Кто-нибудь заедет за мной на машине.
........................................................................... Не забыть.
Может быть, только смерть
(1)
Она идёт из глубины застеклённого коридора оранжереи; алые россыпи соцветий, фиолетовые и жёлтые цветы сопровождают её и отступают, уступая место другим, она приближается, и я знаю, что бежать некуда. Она идёт ко мне, она приближается. Я замираю, я почти не дышу. Она проходит мимо, проходит мимо меня, и вот она уже за моей спиной. Я боюсь обернуться. Она уходит дальше по коридору. Я оборачиваюсь. Она открывает дверь,- одну из дверей, которые, как я полагал, были закрыты,- и дверь закрывается за ней.
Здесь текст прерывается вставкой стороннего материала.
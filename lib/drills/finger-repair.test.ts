import Fraction from "fraction.js";
import { describe, expect, test } from "vitest";
import type { NoteEvent } from "../score/types";
import { repairWithReport } from "./finger-repair";
import { buildNotes } from "./note-builder";

/** Mark given fingers as estimates (a repair may change them). */
const estimated = (events: NoteEvent[], fingers: (number | null)[]) =>
  events.map((e, i) => (fingers[i] == null ? e : { ...e, fingering: [{ finger: fingers[i]! }], fingeringSource: "estimated" as const }));
const fingers = (events: readonly NoteEvent[]) => events.map((e) => e.fingering?.[0]?.finger ?? null);

// Rubric "Fingered so it can be played" (DRILL-RUBRIC.md; common practice).
describe("fingering repair", () => {
  test("crossed chord fingers are put in order with the pitch (right hand rising, left falling)", () => {
    const right = estimated(buildNotes(["C4+E4+G4"]), [3, 1, 5]);
    expect(fingers(repairWithReport(right, () => "right").events)).toEqual([3, 4, 5]); // the fewest changes: one finger
    const left = estimated(buildNotes(["C3+G3"]), [1, 5]);
    expect(fingers(repairWithReport(left, () => "left").events)).toEqual([2, 1]); // falling with pitch, one change
  });

  test("the same finger on two nearby keys in a row is changed; a printed finger stays", () => {
    const line = estimated(buildNotes(["C4", "D4/2", "E4"]), [2, null, 3]);
    const out = repairWithReport(line, () => "right").events;
    expect(fingers(out)[1]).toBe(2); // printed, kept
    expect(fingers(out)[0]).not.toBe(2); // the estimate before it moves off the repeated finger
  });

  test("a moving note never takes the finger of a held note, and the left thumb stays above it", () => {
    // Left hand: C3 held for the bar (finger 5), G3 then E3 struck over it.
    const held = buildNotes(["C3"], { step: new Fraction(4), staff: 2 });
    const moving = buildNotes(["G3", "E3"], { step: new Fraction(2), staff: 2, id: "m" });
    const events = estimated([...held, ...moving], [5, 5, 1]);
    const out = repairWithReport(events, () => "left");
    const [c3, g3, e3] = fingers(out.events);
    expect(c3).toBe(5); // the held note keeps its finger
    expect(g3).not.toBe(5);
    expect(g3! < c3! && e3! < c3!).toBe(true); // left hand: higher keys take lower finger numbers
    expect(out.unsettled).toBe(0);
  });

  test("printed fingers that leave no ordered choice are kept and reported", () => {
    const printed = buildNotes(["C4/5+E4/1"]);
    const out = repairWithReport(printed, () => "right");
    expect(fingers(out.events)).toEqual([5, 1]);
    expect(out.unsettled).toBe(1);
  });
});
Я бросаюсь к тому месту, где она была только что, но дверь заперта. Мне не уйти. И вдруг я понимаю, что должен был остановить её, хотя бы окликнув её по имени, одному из тех, которыми её называют, и на которые она никогда не являлась, или хотя бы вскрикнув. Она прошла мимо, она ушла, и я иду дальше по застеклённому коридору оранжереи, и все двери закрыты. А там, за стёклами стен, царствует лето, и душный запах разогретой травы, и ленивые шмели над цветами клевера, её подданные, утопленницы плетут из зелёных водорослей венки.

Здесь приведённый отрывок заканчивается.